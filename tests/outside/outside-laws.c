/* SPDX-License-Identifier: GPL-3.0-or-later
 * SPDX-FileCopyrightText: The Tiltfield developers
 */

/* Prints what the laws folder works out, as CSV, for laws.py to compare with R, scipy, numpy and
 * published values. One argument: which of the tables below; "joy" reads its rows from standard
 * input.
 */

#include "outside-laws.h"

#include <glib.h>
#include <math.h>
#include <stdio.h>
#include <string.h>

#include "tf-cycle.h"
#include "tf-hale.h"
#include "tf-joy.h"
#include "tf-number.h"

enum
{
  SHARES = 300,
  MEDIANS = 150
};

static void
print_share (guint x, guint n, double level)
{
  TfInterval wilson = tf_wilson (x, n, level), exact = tf_clopper_pearson (x, n, level);
  printf ("%u,%u,%.17g,%.17g,%.17g,%.17g,%.17g\n", x, n, level, wilson.low, wilson.high, exact.low,
          exact.high);
}

static void
print_shares (void)
{
  static const double levels[] = { 0.9, 0.95, 0.99 };
  g_autoptr (GRand) rand = g_rand_new_with_seed (1);
  puts ("x,n,level,wilson_low,wilson_high,exact_low,exact_high");
  for (guint n = 1; n <= 12; n++)
    for (guint x = 0; x <= n; x++)
      print_share (x, n, 0.95);
  for (guint k = 0; k < SHARES; k++)
    {
      guint n = (guint)g_rand_int_range (rand, 1, k % 2 == 0 ? 300 : 20000);
      guint x = k % 3 == 0 ? (guint)(n * pow (g_rand_double (rand), 4.0))
                           : (guint)g_rand_int_range (rand, 0, (gint32)n + 1);
      print_share (x, n, levels[k % 3]);
    }
}

/* Values and weights of each case in long form, with what came out of them. */
static void
print_medians (void)
{
  g_autoptr (GRand) rand = g_rand_new_with_seed (2);
  puts ("case,value,weight,median,weighted,p,quantile");
  for (guint c = 0; c < MEDIANS; c++)
    {
      guint n = (guint)g_rand_int_range (rand, 1, 60);
      gboolean whole = c % 3 == 0; /* ties of values and of weights */
      double values[60], weights[60], sorted[60];
      for (guint k = 0; k < n; k++)
        {
          values[k]
              = whole ? g_rand_int_range (rand, -5, 6) : g_rand_double_range (rand, -90.0, 90.0);
          weights[k]
              = whole ? g_rand_int_range (rand, 1, 4) : g_rand_double_range (rand, 0.01, 40.0);
        }
      memcpy (sorted, values, n * sizeof *values);
      for (guint k = 1; k < n; k++)
        for (guint j = k; j > 0 && sorted[j] < sorted[j - 1]; j--)
          {
            double other = sorted[j];
            sorted[j] = sorted[j - 1];
            sorted[j - 1] = other;
          }
      double p = g_rand_double (rand);
      for (guint k = 0; k < n; k++)
        printf ("%u,%.17g,%.17g,%.17g,%.17g,%.17g,%.17g\n", c, values[k], weights[k],
                tf_median (values, n), tf_weighted_median (values, weights, n), p,
                tf_quantile (sorted, n, p));
    }
}

static void
print_cycles (void)
{
  puts ("number,min_year,min_month,max_year,max_month,max1_year,max1_month,north,south");
  for (const TfCycle *c = tf_cycles; c->number != 0; c++)
    printf ("%d,%d,%d,%d,%d,%d,%d,%d,%d\n", c->number, c->min_year, c->min_month, c->max_year,
            c->max_month, c->max1_year, c->max1_month, tf_hale_expected (c->number, 1),
            tf_hale_expected (c->number, -1));
}

/* Rows "year,month,day,hour,lat,tilt,separation" on standard input; a field may be empty. */
static TfSample *
read_sample (void)
{
  TfSample *sample = tf_sample_new ();
  char line[512];
  while (fgets (line, sizeof line, stdin) != NULL)
    {
      g_auto (GStrv) fields = g_strsplit (g_strstrip (line), ",", -1);
      double numbers[7] = { NAN, NAN, NAN, NAN, NAN, NAN, NAN };
      for (guint k = 0; k < 7 && fields[k] != NULL; k++)
        tf_number_read (fields[k], &numbers[k]);
      TfSampleRow row;
      tf_sample_row_init (&row);
      row.region = row.passage = tf_sample_get_n (sample);
      row.time = tf_time_from_calendar ((int)numbers[0], (int)numbers[1], (int)numbers[2],
                                        (int)numbers[3], 0, 0.0, TF_SCALE_UTC);
      row.lat_deg = numbers[4];
      row.axis_tilt_deg = numbers[5];
      row.separation_deg = numbers[6];
      tf_sample_add (sample, &row);
    }
  return sample;
}

static TfVerdict *
judge (const TfSample *sample)
{
  TfDivideParams divide;
  TfVerdictParams params;
  tf_options_reset (tf_divide_options, &divide);
  tf_options_reset (tf_verdict_options, &params);
  g_autoptr (TfDivides) divides = tf_divides_new (&divide);
  TfVerdict *verdicts = g_new (TfVerdict, tf_sample_get_n (sample) + 1);
  for (guint k = 0; k < tf_sample_get_n (sample); k++)
    verdicts[k] = tf_verdict_judge (tf_sample_get (sample, k), divides, &params);
  return verdicts;
}

static void
print_calls (void)
{
  g_autoptr (TfSample) sample = read_sample ();
  g_autofree TfVerdict *verdicts = judge (sample);
  puts ("number,other,sure,reason,verdict,why");
  for (guint k = 0; k < tf_sample_get_n (sample); k++)
    printf ("%d,%d,%d,%s,%s,%s\n", verdicts[k].cycle.number, verdicts[k].cycle.other,
            verdicts[k].cycle.sure, verdicts[k].cycle.reason, tf_verdict_name (verdicts[k].kind),
            verdicts[k].reason != NULL ? verdicts[k].reason : "");
}

static void
print_fits (void)
{
  static const double separations[] = { 0.0, 2.5 };
  g_autoptr (TfSample) sample = read_sample ();
  g_autofree TfVerdict *verdicts = judge (sample);
  puts ("form,estimator,separation,n,no_polarity,slope,low,high,intercept,scatter,mean,median");
  for (guint s = 0; s < G_N_ELEMENTS (separations); s++)
    for (int form = 0; form < 4; form++)
      for (int estimator = 0; estimator < 4; estimator++)
        {
          TfJoyParams params = { 0 };
          tf_options_reset (tf_joy_options, &params);
          params.form = form;
          params.estimator = estimator;
          params.separation_min_deg = separations[s];
          params.draws = form == TF_JOY_LINEAR_FREE && estimator == TF_JOY_ROBUST ? 0 : 200;
          if (estimator == TF_JOY_FLUX_WEIGHTED)
            continue;
          TfJoyFit fit = tf_joy_fit (sample, verdicts, 0, 0, &params);
          printf ("%s,%s,%g,%u,%u,%.17g,%.17g,%.17g,%.17g,%.17g,%.17g,%.17g\n",
                  tf_joy_form_names[form], tf_joy_estimator_names[estimator], separations[s], fit.n,
                  fit.no_polarity, fit.slope, fit.slope_ci.low, fit.slope_ci.high, fit.intercept,
                  fit.scatter_deg, fit.mean_tilt_deg, fit.median_tilt_deg);
        }
}

int
main (int argc, char **argv)
{
  static const struct
  {
    const char *name;
    void (*print) (void);
  } tables[] = { { "shares", print_shares },    { "medians", print_medians },
                 { "cycles", print_cycles },    { "calls", print_calls },
                 { "joy", print_fits },         { "fisher", print_fisher },
                 { "pairs", print_pairs },      { "angles", print_angles },
                 { "opinions", print_opinions } };
  for (guint k = 0; k < G_N_ELEMENTS (tables); k++)
    if (argc == 2 && strcmp (argv[1], tables[k].name) == 0)
      {
        tables[k].print ();
        return 0;
      }
  return 2;
}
★ ★ ★
Task instructions
In the listing above, find the line with "for (guint k = 0; k < G_N_ELEMENTS", then copy it and every later line exactly, through the last line, and nothing else.

Your response
  for (guint k = 0; k < G_N_ELEMENTS (tables); k++)
    if (argc == 2 && strcmp (argv[1], tables[k].name) == 0)
      {
        tables[k].print ();
        return 0;
      }
  return 2;
}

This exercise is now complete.